» Brief
From the entries below, copy out every line with "above" in it.
---------- Given data ----------
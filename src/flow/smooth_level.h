/* twinhorizon: linear stability of sonic horizon pairs in Bose-Einstein condensates
 * SPDX-License-Identifier: GPL-3.0-or-later
 *
 * A penalised spline fit on given knots, private to smooth.c. What goes in: rows, knots. What comes
 * out: coefficients of the given strength or of the one that cross-validation finds.
 *
 * Symbols: B values of the B-splines at the rows, W weights, c coefficients, M = B'WB, P roughness,
 * A = M + lambda P, l strength, r residuals. Depends on spline, band, workspace. Proved by
 * tests/test_smooth.c. */
#ifndef TH_FLOW_SMOOTH_LEVEL_H
#define TH_FLOW_SMOOTH_LEVEL_H

#include "smooth.h"

/* Intervals of a level: all of a curve's, halved. */
enum { TH_SMOOTH_FINE = 2 * TH_SMOOTH_INTERVALS };

typedef struct {
    const th_smooth_rows *rows;
    double length, weight; /* of the table; weight of all rows for the distances between them */
} th_smooth_measure;

/* The rows on one set of knots. */
typedef struct {
    int intervals, size; /* size: coefficients */
    double *knot;        /* [TH_SMOOTH_FINE + 1] */
    int *interval;       /* [rows] of each row */
    double *basis;       /* [rows][LOCAL] */
    double *residual;    /* [rows] y - B c */
    double *m, *p, *a;   /* bands; a: factor of A */
    double *inverse;     /* band of A^-1 */
    double *coef;        /* [size] c, of strength l */
    double *gradient;    /* [size] B'W r */
    double *step;        /* [size] scratch */
    double strength;
    double rss;   /* Sum w r^2 */
    double trace; /* degrees of freedom, tr A^-1 M */
} th_smooth_level;

/** w of a row. */
double th_smooth_weight(const th_smooth_rows *rows, int i);

/** Arrays of a level; false when memory is short. They are given back in any case. */
bool th_smooth_level_take(th_workspace *workspace, int rows, th_smooth_level *level);
void th_smooth_level_give(th_workspace *workspace, th_smooth_level *level);

/**
 * Fit on the knots that are in level->knot.
 * @retval TH_EINVAL  the rows do not determine the coefficients
 */
TH_MUST_USE th_status th_smooth_level_fit(const th_smooth_measure *measure, th_smooth_level *level,
                                          th_error *err);

/** s^2 of a fitted level. */
double th_smooth_variance(const th_smooth_measure *measure, const th_smooth_level *level);

#endif
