/* twinhorizon: linear stability of sonic horizon pairs in Bose-Einstein condensates
 * SPDX-License-Identifier: GPL-3.0-or-later
 *
 * Shape continuity: the density varies with the speed, n v = J. The speed has two tanh edges, as in
 * edges.h with f = v; n = J/v and c follows from the equation of state of state.h. The centres are
 * placed so that each edge alone has its horizon, v = c, at -gap/2 or gap/2. On a ring the winding
 * fixes speed_upstream, which is also speed_downstream. Goes in: values of the keys. Comes out: a
 * flow whose edges are smooth pieces. May call: edges, state, flow, status.
 *
 * Symbols: v_u, v_p, v_d upstream, pocket, downstream speed; v_h speed at a horizon; n_u, c_u
 * upstream density and sound speed; L circumference; x_b, x_w centres of the edges.
 * To add a shape see shapes.c. Proved by tests/test_edges.c. */
#include "edges.h"
#include "state.h"

#include <gsl/gsl_math.h>

/* Halvings of a bracket: to the last bit of a double, whatever its start. */
enum { HALVINGS = 200 };

enum {
    SPEED_UPSTREAM,
    SPEED_POCKET,
    SPEED_DOWNSTREAM,
    SOUND_UPSTREAM,
    WIDTH_BLACK,
    WIDTH_WHITE,
    GAP,
    STATE,
    SCATTERING_LENGTH,
    KEYS
};

typedef struct {
    double flux;
    th_state_eq state;
    th_edges v;
} river;

static void eval(const void *ctx, int piece, double x, th_flow_point *point)
{
    const river *r = ctx;
    double v[3], slope, curve;

    th_edges_eval(&r->v, piece, x, v);
    slope = v[1] / v[0];
    curve = v[2] / v[0];
    point->n = r->flux / v[0];
    point->dn = -point->n * slope; /* n = J/v */
    point->ddn = point->n * (2 * slope * slope - curve);
    point->v = v[0];
    point->dv = v[1];
    point->c = th_state_sound(&r->state, point->n);
    point->dc = th_state_sound_slope(&r->state, point->n) * point->dn;
}

/* The speed at which v = c: v - c(J/v) grows with v. */
static double horizon_speed(const river *r)
{
    double low = 0, high = r->v.edge[0].outer + r->state.c_u;

    for (int i = 0; i < HALVINGS; i++) { /* at v = high n < n_u, so c < c_u < v */
        double v = low + (high - low) / 2;

        if (v < th_state_sound(&r->state, r->flux / v))
            low = v;
        else
            high = v;
    }
    return low + (high - low) / 2;
}

/* Flux, sound speeds and centres for given speeds. */
static th_status arrange(river *r, double n_u, double gap, th_error *err)
{
    static const char *const key[2] = {"speed_upstream", "speed_downstream"};
    double v_h;

    r->flux = n_u * r->v.edge[0].outer;
    r->v.sound[0] = r->state.c_u;
    r->v.sound[1] = th_state_sound(&r->state, r->flux / r->v.pocket);
    r->v.sound[2] = th_state_sound(&r->state, r->flux / r->v.edge[1].outer);
    v_h = horizon_speed(r);
    for (int i = 0; i < 2; i++)
        if (!th_edges_place(&r->v, i, r->v.edge[i].side * gap / 2, v_h))
            return th_fail_key(err, TH_EINVAL, key[i],
                               "%s = %.15g and speed_pocket = %.15g are both %s the speed %.12g at "
                               "which v = c, so this edge has no horizon",
                               key[i], r->v.edge[i].outer, r->v.pocket,
                               r->v.pocket > v_h ? "above" : "below", v_h);
    return TH_OK;
}

/* Closed integral of v less 2 pi winding; the tails beyond the seam are below TH_SEAM_TOLERANCE.
 * Int B = x_b + L/2, Int W = L/2 - x_w. */
static double excess(const river *r, const th_ends *ends)
{
    double outside = ends->circumference + r->v.edge[0].x - r->v.edge[1].x;

    return r->v.pocket * ends->circumference + (r->v.edge[0].outer - r->v.pocket) * outside -
           2 * M_PI * ends->winding;
}

/* speed_upstream between 0 and c_u, on a ring, such that the winding is right. */
static th_status close_ring(river *r, const th_flow_setup *setup, th_error *err)
{
    double gap = setup->value[GAP], low = 0, high = fmin(r->state.c_u, r->v.pocket);

    for (int i = 0; i < HALVINGS; i++) {
        double v = low + (high - low) / 2;
        th_error ignored;

        r->v.edge[0].outer = r->v.edge[1].outer = v;
        /* without a horizon the speed is too low: v_h falls with v_u, slower than it */
        if (arrange(r, setup->density, gap, &ignored) == TH_OK && excess(r, &setup->ends) > 0)
            high = v;
        else
            low = v;
    }
    if (arrange(r, setup->density, gap, err) == TH_OK && low > 0 &&
        fabs(excess(r, &setup->ends)) <= 1e-9 * 2 * M_PI * setup->ends.winding)
        return TH_OK;
    return th_fail_key(err, TH_EINVAL, "winding",
                       "winding = %d: no speed_upstream below sound_upstream = %.15g and "
                       "speed_pocket = %.15g makes the closed integral of v 2 pi x winding",
                       setup->ends.winding, r->state.c_u, r->v.pocket);
}

static th_status check_ring(const th_flow_setup *setup, th_error *err)
{
    double v_u = setup->value[SPEED_UPSTREAM], v_d = setup->value[SPEED_DOWNSTREAM];

    if (setup->given[SPEED_UPSTREAM] && setup->given[SPEED_DOWNSTREAM] && v_u != v_d)
        return th_fail_key(err, TH_EINVAL, "speed_downstream",
                           "speed_downstream = %.15g must equal speed_upstream = %.15g on a ring, "
                           "where the two meet",
                           v_d, v_u);
    return th_shape_fits_ring(&setup->ends, 0, 0, setup->value[GAP], err);
}

static th_status build(const th_flow_setup *setup, th_flow **out, th_error *err)
{
    const double *value = setup->value;
    bool ring = setup->ends.kind == TH_ENDS_RING;
    th_status st = TH_EBUG;
    th_error inner = {0};
    th_feature feature[2];
    th_flow_spec spec = {.eval = eval, .scattering = value[SCATTERING_LENGTH]};
    river *r = NULL;
    double v_u = value[SPEED_UPSTREAM], v_d = value[SPEED_DOWNSTREAM];

    st = th_state_check((int)value[STATE], value[SCATTERING_LENGTH], err);
    if (st == TH_OK && ring)
        st = check_ring(setup, err);
    if (st != TH_OK)
        return st;
    r = th_take(setup->workspace, 1, sizeof *r);
    if (r == NULL)
        return th_fail(err, TH_ENOMEM, "shape continuity: its parameters");
    if (ring)
        v_u = v_d = setup->given[SPEED_UPSTREAM] ? v_u : setup->given[SPEED_DOWNSTREAM] ? v_d : 0;
    r->state = (th_state_eq){
        .n_u = setup->density, .c_u = value[SOUND_UPSTREAM], .a = value[SCATTERING_LENGTH]};
    r->v = (th_edges){.name = "speed",
                      .pocket = value[SPEED_POCKET],
                      .edge = {{.side = -1, .width = value[WIDTH_BLACK], .outer = v_u},
                               {.side = 1, .width = value[WIDTH_WHITE], .outer = v_d}}};
    if (ring && v_u == 0)
        st = close_ring(r, setup, err);
    else
        st = arrange(r, setup->density, value[GAP], err);
    if (st == TH_OK)
        st = th_edges_cut(&r->v, &setup->ends, value[GAP] / 2, err);
    if (st != TH_OK)
        goto done;
    th_edges_spec(&r->v, &spec, feature);
    spec.ctx = r;
    st = th_shape_flow(setup, &spec, out, &inner);
    if (st == TH_OK)
        r = NULL;                                     /* the flow owns it */
    else if (st == TH_EINVAL && inner.key[0] == '\0') /* the one rule not checked above: v > 0 */
        st = th_fail_key(err, TH_EINVAL, "gap",
                         "gap = %.15g: the edges overlap so far that the speed falls to zero or "
                         "below",
                         value[GAP]);
    else if (err != NULL)
        *err = inner;
done:
    th_give(setup->workspace, r);
    return st;
}

const th_shape th_shape_continuity = {
    .name = "continuity",
    .doc = "speed with two tanh edges, density from n v = J, sound speed from the equation of "
           "state; horizons at -gap/2 and gap/2",
    .keys = KEYS,
    .key = {[SPEED_UPSTREAM] = {.key = "speed_upstream",
                                .dimension = TH_DIM_SPEED,
                                .below = HUGE_VAL,
                                .fixed_by_ring = true,
                                .doc = "speed far upstream; equal to speed_pocket: no black-hole "
                                       "edge"},
            [SPEED_POCKET] = {.key = "speed_pocket",
                              .dimension = TH_DIM_SPEED,
                              .below = HUGE_VAL,
                              .doc = "speed in the pocket"},
            [SPEED_DOWNSTREAM] = {.key = "speed_downstream",
                                  .dimension = TH_DIM_SPEED,
                                  .below = HUGE_VAL,
                                  .fixed_by_ring = true,
                                  .doc = "speed far downstream; equal to speed_pocket: no "
                                         "white-hole edge"},
            [SOUND_UPSTREAM] = {.key = "sound_upstream",
                                .dimension = TH_DIM_SPEED,
                                .below = HUGE_VAL,
                                .doc = "sound speed far upstream"},
            [WIDTH_BLACK] = {.key = "width_black",
                             .dimension = TH_DIM_LENGTH,
                             .below = HUGE_VAL,
                             .doc = "width of the black-hole edge"},
            [WIDTH_WHITE] = {.key = "width_white",
                             .dimension = TH_DIM_LENGTH,
                             .below = HUGE_VAL,
                             .doc = "width of the white-hole edge"},
            [GAP] = {.key = "gap",
                     .dimension = TH_DIM_LENGTH,
                     .below = HUGE_VAL,
                     .doc = "distance of the two horizons, each edge taken alone"},
            [STATE] = TH_STATE_KEY,
            [SCATTERING_LENGTH] = TH_SCATTERING_KEY},
    .closes_itself = true,
    .build = build,
};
----------
» Solution for this task
                               r->v.pocket > v_h ? "above" : "below", v_h);
    else if (st == TH_EINVAL && inner.key[0] == '\0') /* the one rule not checked above: v > 0 */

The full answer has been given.